Required action:
Reproduce the first line of the entries that follow and each later line, word for word, ending with the one containing "pub fn fixed_line(&self, k: usize)".

[Dataset entries]
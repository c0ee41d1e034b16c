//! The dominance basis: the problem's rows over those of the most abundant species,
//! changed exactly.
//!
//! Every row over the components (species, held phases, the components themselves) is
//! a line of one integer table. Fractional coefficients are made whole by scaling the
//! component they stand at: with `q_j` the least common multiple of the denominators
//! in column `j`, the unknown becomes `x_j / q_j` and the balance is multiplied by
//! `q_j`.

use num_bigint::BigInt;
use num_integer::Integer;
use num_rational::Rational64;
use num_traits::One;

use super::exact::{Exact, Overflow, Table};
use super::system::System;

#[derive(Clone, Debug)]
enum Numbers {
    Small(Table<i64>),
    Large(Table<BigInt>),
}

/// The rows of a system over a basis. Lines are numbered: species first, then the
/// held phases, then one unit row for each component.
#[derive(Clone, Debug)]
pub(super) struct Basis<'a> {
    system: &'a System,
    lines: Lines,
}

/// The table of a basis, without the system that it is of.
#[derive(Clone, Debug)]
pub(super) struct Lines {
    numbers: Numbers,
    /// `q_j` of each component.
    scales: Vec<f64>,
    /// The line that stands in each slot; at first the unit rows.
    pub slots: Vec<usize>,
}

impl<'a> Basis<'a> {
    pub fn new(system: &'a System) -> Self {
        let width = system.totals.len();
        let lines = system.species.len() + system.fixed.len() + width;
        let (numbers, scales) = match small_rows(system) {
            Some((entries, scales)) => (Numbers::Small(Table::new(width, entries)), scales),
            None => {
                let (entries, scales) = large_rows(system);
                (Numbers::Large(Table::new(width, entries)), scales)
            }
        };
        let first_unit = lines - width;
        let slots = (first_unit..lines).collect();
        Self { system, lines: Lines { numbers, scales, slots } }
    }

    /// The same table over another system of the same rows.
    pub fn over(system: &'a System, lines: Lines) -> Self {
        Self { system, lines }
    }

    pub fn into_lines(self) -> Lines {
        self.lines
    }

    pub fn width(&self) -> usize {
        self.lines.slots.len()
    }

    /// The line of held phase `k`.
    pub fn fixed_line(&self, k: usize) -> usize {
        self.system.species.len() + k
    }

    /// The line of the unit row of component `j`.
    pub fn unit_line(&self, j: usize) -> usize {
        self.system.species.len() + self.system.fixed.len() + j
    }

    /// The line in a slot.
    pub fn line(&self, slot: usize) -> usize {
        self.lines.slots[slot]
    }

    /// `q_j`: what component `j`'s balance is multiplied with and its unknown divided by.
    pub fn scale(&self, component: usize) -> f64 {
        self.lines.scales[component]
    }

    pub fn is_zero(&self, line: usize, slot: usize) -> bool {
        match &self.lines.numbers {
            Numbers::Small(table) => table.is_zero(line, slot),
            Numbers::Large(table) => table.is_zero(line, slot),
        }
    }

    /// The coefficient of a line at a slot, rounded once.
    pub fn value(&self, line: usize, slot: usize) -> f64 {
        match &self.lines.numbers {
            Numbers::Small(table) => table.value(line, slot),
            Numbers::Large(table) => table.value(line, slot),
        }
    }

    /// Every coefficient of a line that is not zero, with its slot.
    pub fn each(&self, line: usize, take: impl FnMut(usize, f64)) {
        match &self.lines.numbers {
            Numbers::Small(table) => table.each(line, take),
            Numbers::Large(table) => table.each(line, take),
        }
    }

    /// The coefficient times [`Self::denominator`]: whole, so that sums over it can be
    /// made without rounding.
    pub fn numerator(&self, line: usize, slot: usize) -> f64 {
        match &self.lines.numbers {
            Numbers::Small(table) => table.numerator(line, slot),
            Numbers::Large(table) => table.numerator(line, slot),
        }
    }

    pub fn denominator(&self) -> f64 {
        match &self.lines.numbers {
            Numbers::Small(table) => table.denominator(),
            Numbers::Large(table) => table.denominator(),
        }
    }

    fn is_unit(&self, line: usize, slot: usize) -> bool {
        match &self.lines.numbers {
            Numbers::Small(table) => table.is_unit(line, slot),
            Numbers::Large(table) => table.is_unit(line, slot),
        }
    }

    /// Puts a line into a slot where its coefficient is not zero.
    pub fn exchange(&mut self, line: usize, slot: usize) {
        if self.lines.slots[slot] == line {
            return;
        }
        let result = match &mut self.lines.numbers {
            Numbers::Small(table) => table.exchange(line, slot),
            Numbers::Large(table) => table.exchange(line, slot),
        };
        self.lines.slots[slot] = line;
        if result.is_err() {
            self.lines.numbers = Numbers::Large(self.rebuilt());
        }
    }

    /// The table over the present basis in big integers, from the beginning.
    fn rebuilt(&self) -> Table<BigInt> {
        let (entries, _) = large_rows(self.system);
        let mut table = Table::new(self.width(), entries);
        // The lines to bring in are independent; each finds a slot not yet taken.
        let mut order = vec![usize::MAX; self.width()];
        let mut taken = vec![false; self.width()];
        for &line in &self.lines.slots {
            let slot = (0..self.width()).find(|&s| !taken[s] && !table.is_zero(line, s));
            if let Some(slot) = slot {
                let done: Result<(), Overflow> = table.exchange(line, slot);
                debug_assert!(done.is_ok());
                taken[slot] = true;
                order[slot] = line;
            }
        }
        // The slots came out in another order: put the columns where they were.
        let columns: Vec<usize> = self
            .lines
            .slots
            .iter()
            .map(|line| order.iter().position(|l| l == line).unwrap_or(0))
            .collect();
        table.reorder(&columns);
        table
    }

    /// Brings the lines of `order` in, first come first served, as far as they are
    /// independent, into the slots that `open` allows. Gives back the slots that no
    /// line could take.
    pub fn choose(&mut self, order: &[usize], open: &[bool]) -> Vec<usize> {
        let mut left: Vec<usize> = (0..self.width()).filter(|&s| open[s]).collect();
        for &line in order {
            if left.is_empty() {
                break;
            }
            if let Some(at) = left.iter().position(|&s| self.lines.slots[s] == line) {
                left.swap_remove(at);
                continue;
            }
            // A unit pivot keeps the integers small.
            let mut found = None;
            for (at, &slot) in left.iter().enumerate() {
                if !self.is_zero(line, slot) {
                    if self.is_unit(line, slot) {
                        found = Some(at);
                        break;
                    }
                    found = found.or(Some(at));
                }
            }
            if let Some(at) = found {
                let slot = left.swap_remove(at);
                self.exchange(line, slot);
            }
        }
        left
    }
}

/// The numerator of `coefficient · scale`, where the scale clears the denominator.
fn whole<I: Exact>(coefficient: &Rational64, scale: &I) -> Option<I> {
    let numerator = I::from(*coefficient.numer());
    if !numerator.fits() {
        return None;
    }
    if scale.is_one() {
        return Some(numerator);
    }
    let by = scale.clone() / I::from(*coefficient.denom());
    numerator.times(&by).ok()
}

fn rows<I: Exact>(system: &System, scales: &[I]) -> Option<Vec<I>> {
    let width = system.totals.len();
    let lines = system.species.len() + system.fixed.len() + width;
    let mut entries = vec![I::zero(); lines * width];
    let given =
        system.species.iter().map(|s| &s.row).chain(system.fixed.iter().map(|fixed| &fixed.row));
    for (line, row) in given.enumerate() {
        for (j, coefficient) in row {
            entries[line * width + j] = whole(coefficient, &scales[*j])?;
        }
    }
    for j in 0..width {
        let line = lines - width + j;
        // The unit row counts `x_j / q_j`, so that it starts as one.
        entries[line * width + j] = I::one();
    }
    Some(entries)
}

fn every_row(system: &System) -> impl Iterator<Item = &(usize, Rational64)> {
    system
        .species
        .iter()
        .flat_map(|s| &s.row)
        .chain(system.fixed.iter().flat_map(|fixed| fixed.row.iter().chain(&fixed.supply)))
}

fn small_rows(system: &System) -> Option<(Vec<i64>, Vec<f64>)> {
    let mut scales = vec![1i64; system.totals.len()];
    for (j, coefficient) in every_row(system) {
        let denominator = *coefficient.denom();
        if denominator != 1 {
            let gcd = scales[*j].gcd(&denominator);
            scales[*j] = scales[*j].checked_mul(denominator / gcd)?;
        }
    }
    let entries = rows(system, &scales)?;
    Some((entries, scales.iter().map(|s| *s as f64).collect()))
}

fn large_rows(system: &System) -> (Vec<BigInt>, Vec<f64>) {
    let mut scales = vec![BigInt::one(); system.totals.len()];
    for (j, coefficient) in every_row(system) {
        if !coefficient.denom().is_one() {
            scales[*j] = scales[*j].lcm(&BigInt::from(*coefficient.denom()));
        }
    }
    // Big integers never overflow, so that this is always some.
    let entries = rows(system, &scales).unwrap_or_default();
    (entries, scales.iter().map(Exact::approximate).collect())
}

Task answer:
repository c0ee41d1e034b16c
//! The dominance basis: the problem's rows over those of the most abundant species,
//! changed exactly.
//!
//! Every row over the components (species, held phases, the components themselves) is
//! a line of one integer table. Fractional coefficients are made whole by scaling the
//! component they stand at: with `q_j` the least common multiple of the denominators
//! in column `j`, the unknown becomes `x_j / q_j` and the balance is multiplied by
//! `q_j`.

use num_bigint::BigInt;
use num_integer::Integer;
use num_rational::Rational64;
use num_traits::One;

use super::exact::{Exact, Overflow, Table};
use super::system::System;

#[derive(Clone, Debug)]
enum Numbers {
    Small(Table<i64>),
    Large(Table<BigInt>),
}

/// The rows of a system over a basis. Lines are numbered: species first, then the
/// held phases, then one unit row for each component.
#[derive(Clone, Debug)]
pub(super) struct Basis<'a> {
    system: &'a System,
    lines: Lines,
}

/// The table of a basis, without the system that it is of.
#[derive(Clone, Debug)]
pub(super) struct Lines {
    numbers: Numbers,
    /// `q_j` of each component.
    scales: Vec<f64>,
    /// The line that stands in each slot; at first the unit rows.
    pub slots: Vec<usize>,
}

impl<'a> Basis<'a> {
    pub fn new(system: &'a System) -> Self {
        let width = system.totals.len();
        let lines = system.species.len() + system.fixed.len() + width;
        let (numbers, scales) = match small_rows(system) {
            Some((entries, scales)) => (Numbers::Small(Table::new(width, entries)), scales),
            None => {
                let (entries, scales) = large_rows(system);
                (Numbers::Large(Table::new(width, entries)), scales)
            }
        };
        let first_unit = lines - width;
        let slots = (first_unit..lines).collect();
        Self { system, lines: Lines { numbers, scales, slots } }
    }

    /// The same table over another system of the same rows.
    pub fn over(system: &'a System, lines: Lines) -> Self {
        Self { system, lines }
    }

    pub fn into_lines(self) -> Lines {
        self.lines
    }

    pub fn width(&self) -> usize {
        self.lines.slots.len()
    }

    /// The line of held phase `k`.
    pub fn fixed_line(&self, k: usize) -> usize {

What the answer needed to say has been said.